# Wolf season Maybe?



## alleyyooper (Apr 22, 2005)

Michigans Idots in Lansing contaplating a wolf season. Some of them were on the local TV stantion trying to tell People a season isn't needed. Idiots should visit the UP and talk to farmers and hunters instead of sticking their heads in the sand or visting a fancy resturant in Detroit.
Seems that Minnesota and Wisconsin both have approved a season.


 Al


----------



## Maverick_mg (Mar 11, 2010)

They wouldn't need to go to the UP. I've got plenty of them and coyotes running around here. Lost all my meat birds to them for a second year in a row. Different coop, different location, same result. I think I'm done trying to raise meat birds. 
A season would be good. They could use some controlled thinning IMO.


----------



## Nimrod (Jun 8, 2010)

We had a wolf season in MN this year.

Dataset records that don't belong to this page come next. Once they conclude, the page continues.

import math

import pytest

import groundkit as gk
from groundkit.molecule import BOHR_PER_ANGSTROM


def test_value_object_equality_hash_and_repr():
    a = gk.MoleculeSpec(symbols=("h", "H"), coordinates=((0, 0, 0), (0, 0, 0.74)))
    b = gk.MoleculeSpec(symbols=["H", "H"], coordinates=[[0, 0, 0], [0, 0, 0.74]], name="other name")
    assert a == b and hash(a) == hash(b)  # name is a label, not part of the physics
    assert a.symbols == ("H", "H")
    assert "H2" in repr(a) and "sto-3g" in repr(a)
    with pytest.raises(AttributeError):
        a.charge = 1  # frozen


def test_electron_count_and_multiplicity():
    oh = gk.MoleculeSpec(symbols=("O", "H"), coordinates=((0, 0, 0), (0, 0, 0.97)), multiplicity=2)
    assert oh.n_electrons == 9
    oh_minus = gk.MoleculeSpec(symbols=("O", "H"), coordinates=((0, 0, 0), (0, 0, 0.97)), charge=-1)
    assert oh_minus.n_electrons == 10


def test_from_xyz_with_and_without_header(tmp_path):
    body = "O 0 0 0\nH 0 0.757 0.587\nH 0 -0.757 0.587\n"
    with_header = gk.MoleculeSpec.from_xyz("3\nwater test\n" + body)
    bare = gk.MoleculeSpec.from_xyz(body)
    assert with_header == bare
    assert with_header.name == "water test"
    path = tmp_path / "w.xyz"
    path.write_text("3\nfrom file\n" + body)
    assert gk.MoleculeSpec.from_xyz(path) == bare
    assert gk.MoleculeSpec.from_xyz(str(path)).name == "from file"
    assert gk.MoleculeSpec.from_xyz(bare.to_xyz()) == bare


def test_bohr_and_with_coordinates():
    h2 = gk.MoleculeSpec(symbols=("H", "H"), coordinates=((0, 0, 0), (0, 0, 1.4)), unit="bohr")
    assert math.isclose(h2.distance(0, 1), 1.4 / BOHR_PER_ANGSTROM)
    moved = h2.with_coordinates([(0, 0, 0), (0, 0, 0.9)], unit="angstrom")
    assert moved.unit == "angstrom" and math.isclose(moved.distance(0, 1), 0.9)
    assert h2.coordinates[1][2] == 1.4  # the original is untouched


def test_pipeline_shortcut():
    mol = gk.MoleculeSpec(symbols=("H", "H"), coordinates=((0, 0, 0), (0, 0, 0.74)))
    assert isinstance(mol.pipeline(), gk.Pipeline)


# bad input: each row of the list -----------------------------------------------------------------------
def test_unknown_element_is_named():
    with pytest.raises(gk.ElementError, match="'Xx'"):
        gk.MoleculeSpec(symbols=("Xx", "H"), coordinates=((0, 0, 0), (0, 0, 1)))


@pytest.mark.parametrize("coords", [((0, 0, 0),), ((0, 0, 0), (0, 0)), ((0, 0, 0), (0, 0, float("nan"))),
                                    ((0, 0, 0), (0, float("inf"), 1)), ((0, 0, 0), ("a", 0, 1))])
def test_bad_coordinates(coords):
    with pytest.raises(gk.GeometryError):
        gk.MoleculeSpec(symbols=("H", "H"), coordinates=coords)


def test_atoms_too_close():
    with pytest.raises(gk.GeometryError, match="0.0500 Å apart"):
        gk.MoleculeSpec(symbols=("H", "H"), coordinates=((0, 0, 0), (0, 0, 0.05)))


@pytest.mark.parametrize("charge", [2, 3])
def test_charge_leaving_no_or_negative_electrons(charge):
    with pytest.raises(gk.ChargeError, match=f"charge {charge}"):
        gk.MoleculeSpec(symbols=("H", "H"), coordinates=((0, 0, 0), (0, 0, 0.74)), charge=charge)


@pytest.mark.parametrize("multiplicity", [0, -1, 2, 4])
def test_multiplicity_below_one_or_wrong_parity(multiplicity):
    with pytest.raises(gk.MultiplicityError, match=f"multiplicity {multiplicity}"):
        gk.MoleculeSpec(symbols=("H", "H"), coordinates=((0, 0, 0), (0, 0, 0.74)), multiplicity=multiplicity)


def test_unknown_basis_says_how_to_find_valid_ones():
    with pytest.raises(gk.BasisError, match="pyscf.gto.basis.ALIAS"):
        gk.MoleculeSpec(symbols=("H", "H"), coordinates=((0, 0, 0), (0, 0, 0.74)), basis="not-a-basis")


@pytest.mark.parametrize("text, line", [
    ("2\ncomment\nH 0 0 0\nH 0 0\n", 4),
    ("H 0 0 0\nH 0 zero 0.7\n", 2),
    ("2\n\nH 0 0 0\nQq 0 0 0.7\n", 4),
    ("3\ncomment\nH 0 0 0\nH 0 0 0.7\n", 1),
])
def test_malformed_xyz_names_the_line(text, line):
    with pytest.raises(gk.XYZFormatError, match=f"line {line}"):
        gk.MoleculeSpec.from_xyz(text)


def test_errors_are_value_errors():
    assert issubclass(gk.XYZFormatError, ValueError) and issubclass(gk.ActiveSpaceError, ValueError)


# Hill-order formulas, with and without carbon (common practice, no single source; Hill's indexing system) --------
@pytest.mark.parametrize("symbols, multiplicity, formula", [
    (("C", "O"), 1, "CO"),
    (("O", "C", "O"), 1, "CO2"),
    (("C", "N"), 2, "CN"),
    (("C", "C"), 1, "C2"),
    (("F", "C", "F", "F", "F"), 1, "CF4"),
    (("C",), 3, "C"),
    (("H", "C", "H", "H", "H"), 1, "CH4"),  # C, then H
    (("Cl", "H", "C", "H", "H"), 1, "CH3Cl"),  # C, H, then the rest alphabetically
    (("O", "H", "H"), 1, "H2O"),  # no carbon: all alphabetical
    (("N", "H", "H", "H"), 1, "H3N"),
    (("Na", "Cl"), 1, "ClNa"),
])
def test_formula_in_hill_order(symbols, multiplicity, formula):
    coords = tuple((0.0, 0.0, 1.2 * k) for k in range(len(symbols)))
    spec = gk.MoleculeSpec(symbols=symbols, coordinates=coords, multiplicity=multiplicity)
    assert spec.formula == formula  # Hill order (common practice, no single source)
    assert f"MoleculeSpec({formula}, {len(symbols)} atoms" in repr(spec)
    assert spec.to_xyz().splitlines()[1] == formula


@pytest.mark.slow
def test_carbon_without_hydrogen_in_errors_and_a_run():
    """CO and the C atom in STO-3G: the formula reaches error messages, reprs and a finished run's summary."""
    from pyscf import gto, mcscf, scf

    co = gk.MoleculeSpec(symbols=("C", "O"), coordinates=((0, 0, 0), (0, 0, 1.128)))  # NIST CCCBDB r_e (from memory)
    with pytest.raises(gk.ActiveSpaceError, match="CO has 14"):
        co.pipeline().active_space(electrons=16, orbitals=10).problem()
    carbon = gk.MoleculeSpec(symbols=("C",), coordinates=((0, 0, 0),), multiplicity=3)
    pipeline = carbon.pipeline().active_space(electrons=4, orbitals=4).trial_state(gk.UCCSD()).minimiser(gk.BFGS())
    assert repr(pipeline.problem()).startswith("Problem(C, 4e/4o")
    result = pipeline.run()
    assert result.converged and result.summary().startswith("MoleculeSpec(C, 1 atoms")
    mf = scf.ROHF(gto.M(atom="C 0 0 0", basis="sto-3g", spin=2, verbose=0)).run(conv_tol=1e-10)
    e_casci = mcscf.CASCI(mf, 4, (3, 1)).kernel()[0]
    assert result.energy == pytest.approx(e_casci, abs=1e-6)  # PySCF CASCI (reference library); 36 determinants


# bad input refused before PySCF (issue 13) ------------------------------------------------------------------------
H2 = dict(symbols=("H", "H"), coordinates=((0, 0, 0), (0, 0, 0.74)))


@pytest.mark.parametrize("value", [float("nan"), float("inf"), -float("inf"), None, "1", True, False, 0.5, [0]])
def test_charge_of_the_wrong_kind_names_the_value(value):
    with pytest.raises(gk.ChargeError, match=r"charge .* is not accepted; give an integer"):
        gk.MoleculeSpec(**H2, charge=value)


@pytest.mark.parametrize("value", [float("nan"), float("inf"), None, "1", True, 1.5, (1,)])
def test_multiplicity_of_the_wrong_kind_names_the_value(value):
    with pytest.raises(gk.MultiplicityError, match=r"multiplicity .* is not accepted; give an integer 2S\+1"):
        gk.MoleculeSpec(**H2, multiplicity=value)


def test_whole_numbers_of_other_types_are_accepted():
    import numpy as np

    spec = gk.MoleculeSpec(**H2, charge=np.int64(0), multiplicity=1.0)
    assert spec.charge == 0 and type(spec.charge) is int and spec.multiplicity == 1 and type(spec.multiplicity) is int


def test_helium_triplet_in_sto3g_is_refused_before_pyscf():
    from pyscf import gto, scf

    # PySCF (reference library) itself cannot place two alpha electrons in He/STO-3G's single orbital
    mol = gto.M(atom="He 0 0 0", basis="sto-3g", spin=2, verbose=0)
    with pytest.raises(RuntimeError, match="mo_occ"):
        scf.ROHF(mol).kernel()
    with pytest.raises(gk.MultiplicityError, match=r"2 alpha electrons .* 1 spatial orbital.* at most 1"):
        gk.MoleculeSpec(symbols=("He",), coordinates=((0, 0, 0),), multiplicity=3)
    # in cc-pVDZ (5 orbitals, PySCF's count) the triplet is possible
    assert gk.MoleculeSpec(symbols=("He",), coordinates=((0, 0, 0),), multiplicity=3, basis="cc-pvdz").n_unpaired == 2


def test_more_electrons_than_spin_orbitals_is_refused_with_the_possible_charge():
    from pyscf import gto, scf

    mol = gto.M(atom="H 0 0 0; H 0 0 0.74", basis="sto-3g", charge=-4, spin=0, verbose=0)
    with pytest.raises(RuntimeError, match="mo_occ"):  # PySCF (reference library) fails deep inside
        scf.RHF(mol).kernel()
    with pytest.raises(gk.ChargeError, match=r"charge -4 leaves 6 electrons .* 2 spatial orbitals \(4 spin "
                                             r"orbitals\); the charge must be at least -2"):
        gk.MoleculeSpec(**H2, charge=-4)
    assert gk.MoleculeSpec(**H2, charge=-2).n_electrons == 4  # 4 electrons fill the 4 spin orbitals


def test_open_shell_that_overfills_alpha_orbitals():
    # Li in STO-3G has 5 orbitals; a sextet (5 unpaired of 3 electrons) is impossible by parity, a quartet fits
    assert gk.MoleculeSpec(symbols=("Li",), coordinates=((0, 0, 0),), multiplicity=4).n_unpaired == 3
    # Li- (4 electrons) as a quintet needs 4 alpha electrons: fits 5 orbitals; Li 3- (6 e) septet needs 6 > 5
    with pytest.raises(gk.MultiplicityError, match="at most 5 fit"):
        gk.MoleculeSpec(symbols=("Li",), coordinates=((0, 0, 0),), charge=-3, multiplicity=7)


@pytest.mark.parametrize("far", [1e6, 1e300, 1e308])
def test_absurd_coordinates_are_refused_with_the_value(far):
    with pytest.raises(gk.GeometryError, match=r"within ±1000 Å"):
        gk.MoleculeSpec(symbols=("H", "H"), coordinates=((0, 0, 0), (0, 0, far)))


def test_molecule_extent_is_bounded_but_a_dissociation_limit_is_fine():
    fragments = gk.MoleculeSpec(symbols=("H", "H", "H", "H"),
                                coordinates=((0, 0, 0), (0, 0, 0.74), (50, 0, 0), (50, 0, 0.74)))
    assert fragments.distance(0, 2) == pytest.approx(50.0)
    with pytest.raises(gk.GeometryError, match=r"atoms 0 \(H\) and 1 \(H\) are 150 Å apart; .* at most 100 Å"):
        gk.MoleculeSpec(symbols=("H", "H"), coordinates=((-75, 0, 0), (75, 0, 0)))
    with pytest.raises(gk.GeometryError, match="within ±1000 Å"):  # 1e6 bohr is still absurd
        gk.MoleculeSpec(symbols=("H", "H"), coordinates=((0, 0, 0), (0, 0, 1e6)), unit="bohr")


def test_coordinates_too_large_for_a_float_are_a_geometry_error():
    with pytest.raises(gk.GeometryError, match="not three numbers"):
        gk.MoleculeSpec(symbols=("H", "H"), coordinates=((0, 0, 0), (0, 0, 10**400)))


def test_xyz_from_a_binary_file_a_directory_or_a_missing_file(tmp_path):
    binary = tmp_path / "image.xyz"
    binary.write_bytes(bytes(range(256)))
    for given in (binary, str(binary)):
        with pytest.raises(gk.XYZFormatError, match=r"is not UTF-8 text \(byte 0x80 at offset 128\)"):
            gk.MoleculeSpec.from_xyz(given)
    nul = tmp_path / "nul.xyz"
    nul.write_bytes(b"H 0 0 0\x00\x00")
    with pytest.raises(gk.XYZFormatError, match="NUL bytes"):
        gk.MoleculeSpec.from_xyz(nul)
    for given in (tmp_path, str(tmp_path)):
        with pytest.raises(gk.XYZFormatError, match="is a directory"):
            gk.MoleculeSpec.from_xyz(given)
    with pytest.raises(gk.XYZFormatError, match="cannot read XYZ file .*missing.xyz.*No such file"):
        gk.MoleculeSpec.from_xyz(tmp_path / "missing.xyz")
    with pytest.raises(gk.XYZFormatError, match="cannot read XYZ file"):
        gk.MoleculeSpec.from_xyz(str(tmp_path / "missing.xyz"))
    with pytest.raises(gk.XYZFormatError, match="takes XYZ text, bytes or a path"):
        gk.MoleculeSpec.from_xyz(42)


def test_xyz_from_bytes_and_an_unreadable_file(tmp_path):
    import os

    assert gk.MoleculeSpec.from_xyz(b"H 0 0 0\nH 0 0 0.74\n") == gk.MoleculeSpec(**H2)
    locked = tmp_path / "locked.xyz"
    locked.write_text("H 0 0 0\nH 0 0 0.74\n")
    locked.chmod(0)
    try:
        if os.access(locked, os.R_OK):  # running as root: permissions do not stop reading
            pytest.skip("this user can read a file of mode 000")
        with pytest.raises(gk.XYZFormatError, match="Permission denied"):
            gk.MoleculeSpec.from_xyz(locked)
    finally:
        locked.chmod(0o600)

I don't think we even hit the quota of 200. Meanwhile we had TV commercials by the antis against hunting the wolves. 

The problem I see is that when wolves were endangered species the farmer could have the gooberment remove specific bad animals that were killing their livestock. Now the hunters remove animals at random and the farmer has no way to get rid of the bad ones except SSS.


----------



## big rockpile (Feb 24, 2003)

They need Control.

We hear it over Otters here,one of the worse things our state did bringing them in.Now their trying to bring Elk in.

big rockpile


----------



## Allen W (Aug 2, 2008)

We have an undocumented elk heard in the county. Some body turned their elk loose, no season in this county, and they are destroying the wheat crop in that area.


----------



## tinknal (May 21, 2004)

Nimrod said:


> We had a wolf season in MN this year. I don't think we even hit the quota of 200. Meanwhile we had TV commercials by the antis against hunting the wolves.
> 
> The problem I see is that when wolves were endangered species the farmer could have the gooberment remove specific bad animals that were killing their livestock. Now the hunters remove animals at random and the farmer has no way to get rid of the bad ones except SSS.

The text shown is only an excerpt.